→ **EXERCISE DATA**
------------------------------------------------------------------------

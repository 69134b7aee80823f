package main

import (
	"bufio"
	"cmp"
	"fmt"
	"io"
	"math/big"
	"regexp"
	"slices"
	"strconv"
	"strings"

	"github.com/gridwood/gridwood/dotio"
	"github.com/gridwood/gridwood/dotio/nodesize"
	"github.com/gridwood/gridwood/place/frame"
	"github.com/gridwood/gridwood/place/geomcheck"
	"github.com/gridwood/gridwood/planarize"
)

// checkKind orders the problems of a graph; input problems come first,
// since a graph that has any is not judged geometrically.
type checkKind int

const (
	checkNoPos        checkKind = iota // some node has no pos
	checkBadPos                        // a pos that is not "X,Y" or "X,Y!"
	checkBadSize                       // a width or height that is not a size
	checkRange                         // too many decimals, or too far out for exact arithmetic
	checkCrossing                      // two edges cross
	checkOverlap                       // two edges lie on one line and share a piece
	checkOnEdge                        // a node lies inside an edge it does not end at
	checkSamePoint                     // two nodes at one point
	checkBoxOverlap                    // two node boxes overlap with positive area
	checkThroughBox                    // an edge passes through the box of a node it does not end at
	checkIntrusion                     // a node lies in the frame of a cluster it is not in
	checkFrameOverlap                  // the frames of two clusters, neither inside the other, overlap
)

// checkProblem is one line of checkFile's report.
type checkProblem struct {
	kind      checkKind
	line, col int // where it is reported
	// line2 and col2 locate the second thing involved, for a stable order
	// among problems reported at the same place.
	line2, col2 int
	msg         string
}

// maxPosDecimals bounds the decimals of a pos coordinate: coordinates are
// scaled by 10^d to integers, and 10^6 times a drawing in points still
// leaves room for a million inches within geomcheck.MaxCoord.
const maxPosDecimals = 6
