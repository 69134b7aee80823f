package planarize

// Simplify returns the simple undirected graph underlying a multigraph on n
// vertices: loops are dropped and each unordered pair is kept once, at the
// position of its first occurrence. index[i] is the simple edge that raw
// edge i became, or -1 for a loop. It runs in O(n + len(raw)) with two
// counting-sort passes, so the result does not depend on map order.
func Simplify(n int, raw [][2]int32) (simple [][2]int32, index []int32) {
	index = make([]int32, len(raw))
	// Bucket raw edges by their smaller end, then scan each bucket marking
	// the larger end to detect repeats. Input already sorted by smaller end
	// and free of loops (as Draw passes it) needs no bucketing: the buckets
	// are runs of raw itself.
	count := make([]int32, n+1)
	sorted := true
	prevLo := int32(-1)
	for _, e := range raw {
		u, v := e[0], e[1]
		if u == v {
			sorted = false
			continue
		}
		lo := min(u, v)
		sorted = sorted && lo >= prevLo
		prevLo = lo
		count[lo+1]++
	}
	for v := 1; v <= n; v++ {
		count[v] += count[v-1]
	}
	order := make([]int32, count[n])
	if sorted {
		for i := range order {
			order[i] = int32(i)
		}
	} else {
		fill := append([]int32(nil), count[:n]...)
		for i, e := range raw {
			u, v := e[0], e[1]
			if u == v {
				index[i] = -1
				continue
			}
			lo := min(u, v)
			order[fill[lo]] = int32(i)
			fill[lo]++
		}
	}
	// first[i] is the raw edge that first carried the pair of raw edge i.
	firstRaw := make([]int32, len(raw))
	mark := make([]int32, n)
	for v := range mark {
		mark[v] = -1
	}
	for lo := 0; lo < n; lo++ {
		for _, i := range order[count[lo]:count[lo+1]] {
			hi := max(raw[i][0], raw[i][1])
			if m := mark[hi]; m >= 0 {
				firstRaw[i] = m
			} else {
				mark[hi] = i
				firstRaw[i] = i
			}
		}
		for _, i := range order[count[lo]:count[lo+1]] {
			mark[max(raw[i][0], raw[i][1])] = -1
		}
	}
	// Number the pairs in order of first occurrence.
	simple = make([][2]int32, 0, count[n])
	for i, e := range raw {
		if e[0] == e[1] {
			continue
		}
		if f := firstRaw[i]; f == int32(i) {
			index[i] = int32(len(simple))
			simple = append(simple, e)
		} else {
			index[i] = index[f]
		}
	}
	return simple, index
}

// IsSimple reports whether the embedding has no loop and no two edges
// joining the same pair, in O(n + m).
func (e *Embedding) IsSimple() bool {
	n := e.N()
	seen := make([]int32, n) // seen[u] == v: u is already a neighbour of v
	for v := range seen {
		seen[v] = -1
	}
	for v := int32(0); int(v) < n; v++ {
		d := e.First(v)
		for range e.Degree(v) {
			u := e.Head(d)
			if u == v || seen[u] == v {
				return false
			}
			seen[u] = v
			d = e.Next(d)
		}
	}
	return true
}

------------------------------------------------------------------------

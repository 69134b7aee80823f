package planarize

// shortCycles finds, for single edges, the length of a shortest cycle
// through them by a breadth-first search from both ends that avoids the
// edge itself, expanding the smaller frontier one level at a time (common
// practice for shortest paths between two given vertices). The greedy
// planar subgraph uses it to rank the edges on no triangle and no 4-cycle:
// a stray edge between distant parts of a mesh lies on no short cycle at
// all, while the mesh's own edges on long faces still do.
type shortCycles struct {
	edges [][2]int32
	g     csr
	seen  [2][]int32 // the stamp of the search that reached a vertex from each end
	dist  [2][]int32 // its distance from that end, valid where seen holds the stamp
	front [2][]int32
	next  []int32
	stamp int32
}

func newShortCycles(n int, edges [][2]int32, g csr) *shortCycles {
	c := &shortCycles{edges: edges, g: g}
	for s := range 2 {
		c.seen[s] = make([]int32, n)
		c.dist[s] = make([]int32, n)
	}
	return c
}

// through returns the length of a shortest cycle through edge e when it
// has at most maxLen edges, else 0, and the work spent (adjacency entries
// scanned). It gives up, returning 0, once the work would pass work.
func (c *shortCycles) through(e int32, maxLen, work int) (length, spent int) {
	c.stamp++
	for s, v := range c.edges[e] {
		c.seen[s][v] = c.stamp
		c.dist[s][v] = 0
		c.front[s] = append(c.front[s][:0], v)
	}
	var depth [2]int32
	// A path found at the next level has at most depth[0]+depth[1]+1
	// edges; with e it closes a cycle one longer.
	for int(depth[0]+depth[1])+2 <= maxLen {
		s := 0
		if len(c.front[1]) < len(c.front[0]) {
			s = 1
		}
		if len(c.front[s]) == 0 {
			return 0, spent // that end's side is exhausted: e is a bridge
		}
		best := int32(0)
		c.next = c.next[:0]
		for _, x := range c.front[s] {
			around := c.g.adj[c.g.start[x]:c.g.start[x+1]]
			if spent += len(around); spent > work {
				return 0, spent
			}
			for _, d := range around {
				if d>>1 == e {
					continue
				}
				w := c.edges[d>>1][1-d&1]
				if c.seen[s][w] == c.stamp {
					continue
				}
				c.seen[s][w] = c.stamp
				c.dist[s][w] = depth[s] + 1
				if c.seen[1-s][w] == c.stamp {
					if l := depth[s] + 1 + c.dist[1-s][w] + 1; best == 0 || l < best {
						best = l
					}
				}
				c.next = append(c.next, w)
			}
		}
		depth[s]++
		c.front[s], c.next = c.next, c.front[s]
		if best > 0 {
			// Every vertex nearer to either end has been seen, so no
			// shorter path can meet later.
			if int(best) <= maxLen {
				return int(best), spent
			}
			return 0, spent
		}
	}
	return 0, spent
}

------------------------------------------------------------------------

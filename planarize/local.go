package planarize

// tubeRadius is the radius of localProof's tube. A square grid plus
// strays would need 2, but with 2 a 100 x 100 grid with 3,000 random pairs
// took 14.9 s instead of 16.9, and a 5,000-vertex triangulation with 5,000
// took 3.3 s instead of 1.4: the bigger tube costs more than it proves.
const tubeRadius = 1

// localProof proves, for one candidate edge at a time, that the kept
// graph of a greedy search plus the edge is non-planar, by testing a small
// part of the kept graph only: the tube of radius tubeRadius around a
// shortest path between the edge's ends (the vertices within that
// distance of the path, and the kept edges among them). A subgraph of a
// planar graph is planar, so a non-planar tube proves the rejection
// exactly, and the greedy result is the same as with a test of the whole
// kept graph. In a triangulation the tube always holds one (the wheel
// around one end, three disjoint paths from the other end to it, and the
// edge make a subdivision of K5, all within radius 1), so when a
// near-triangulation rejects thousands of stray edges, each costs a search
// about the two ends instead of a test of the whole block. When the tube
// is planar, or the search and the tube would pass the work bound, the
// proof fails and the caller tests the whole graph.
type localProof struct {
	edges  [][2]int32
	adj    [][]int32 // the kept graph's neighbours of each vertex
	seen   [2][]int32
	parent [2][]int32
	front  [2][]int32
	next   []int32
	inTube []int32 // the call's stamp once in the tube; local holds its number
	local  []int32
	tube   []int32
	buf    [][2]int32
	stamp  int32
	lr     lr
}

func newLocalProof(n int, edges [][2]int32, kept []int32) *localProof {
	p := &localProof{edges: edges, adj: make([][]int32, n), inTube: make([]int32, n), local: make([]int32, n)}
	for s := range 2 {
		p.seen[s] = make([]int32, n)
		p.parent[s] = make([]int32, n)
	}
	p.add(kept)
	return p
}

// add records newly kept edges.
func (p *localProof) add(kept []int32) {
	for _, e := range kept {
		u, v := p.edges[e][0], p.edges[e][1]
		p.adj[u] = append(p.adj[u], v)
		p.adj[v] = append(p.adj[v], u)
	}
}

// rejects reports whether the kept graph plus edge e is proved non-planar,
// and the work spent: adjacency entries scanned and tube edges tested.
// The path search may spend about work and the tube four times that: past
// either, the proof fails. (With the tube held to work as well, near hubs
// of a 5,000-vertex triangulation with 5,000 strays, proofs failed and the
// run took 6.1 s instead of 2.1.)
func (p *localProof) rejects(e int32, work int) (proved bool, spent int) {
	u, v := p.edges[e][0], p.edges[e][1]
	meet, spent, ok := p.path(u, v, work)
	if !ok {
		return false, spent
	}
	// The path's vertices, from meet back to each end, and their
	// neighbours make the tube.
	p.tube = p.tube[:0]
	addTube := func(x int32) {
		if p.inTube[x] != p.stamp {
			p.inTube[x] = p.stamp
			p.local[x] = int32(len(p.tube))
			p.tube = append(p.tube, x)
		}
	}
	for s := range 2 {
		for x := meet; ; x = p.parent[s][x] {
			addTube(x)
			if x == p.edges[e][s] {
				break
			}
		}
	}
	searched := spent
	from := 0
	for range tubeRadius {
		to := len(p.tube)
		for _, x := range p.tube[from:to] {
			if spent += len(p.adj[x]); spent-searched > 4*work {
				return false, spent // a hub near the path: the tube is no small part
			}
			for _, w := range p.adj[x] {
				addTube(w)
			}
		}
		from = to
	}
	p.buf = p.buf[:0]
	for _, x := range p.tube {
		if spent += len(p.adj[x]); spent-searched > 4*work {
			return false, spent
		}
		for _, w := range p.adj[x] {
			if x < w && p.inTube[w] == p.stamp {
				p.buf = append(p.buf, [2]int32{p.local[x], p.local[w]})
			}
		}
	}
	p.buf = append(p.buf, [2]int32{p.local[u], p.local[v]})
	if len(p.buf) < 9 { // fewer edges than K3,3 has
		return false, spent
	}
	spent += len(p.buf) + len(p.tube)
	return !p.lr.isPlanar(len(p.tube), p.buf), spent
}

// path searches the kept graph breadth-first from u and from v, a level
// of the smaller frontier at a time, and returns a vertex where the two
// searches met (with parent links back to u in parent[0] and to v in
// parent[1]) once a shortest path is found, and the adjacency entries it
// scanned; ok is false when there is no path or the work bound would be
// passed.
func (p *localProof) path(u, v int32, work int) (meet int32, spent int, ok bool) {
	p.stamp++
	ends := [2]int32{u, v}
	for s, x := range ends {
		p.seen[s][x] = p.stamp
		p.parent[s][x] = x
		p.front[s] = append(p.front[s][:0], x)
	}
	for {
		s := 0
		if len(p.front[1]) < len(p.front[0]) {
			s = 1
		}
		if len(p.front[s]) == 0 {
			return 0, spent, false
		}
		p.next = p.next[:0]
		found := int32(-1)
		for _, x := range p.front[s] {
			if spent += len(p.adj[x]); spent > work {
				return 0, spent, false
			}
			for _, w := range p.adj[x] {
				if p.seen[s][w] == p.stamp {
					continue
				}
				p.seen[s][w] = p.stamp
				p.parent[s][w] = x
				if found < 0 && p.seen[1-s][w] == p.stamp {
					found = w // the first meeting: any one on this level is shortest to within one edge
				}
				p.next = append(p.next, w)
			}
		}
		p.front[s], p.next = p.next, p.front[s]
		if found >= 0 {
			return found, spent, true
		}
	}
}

------------------------------------------------------------------------

Show each line in the entries that holds the string "plus".

// tubeRadius is the radius of localProof's tube. A square grid plus
// graph of a greedy search plus the edge is non-planar, by testing a small
// rejects reports whether the kept graph plus edge e is proved non-planar,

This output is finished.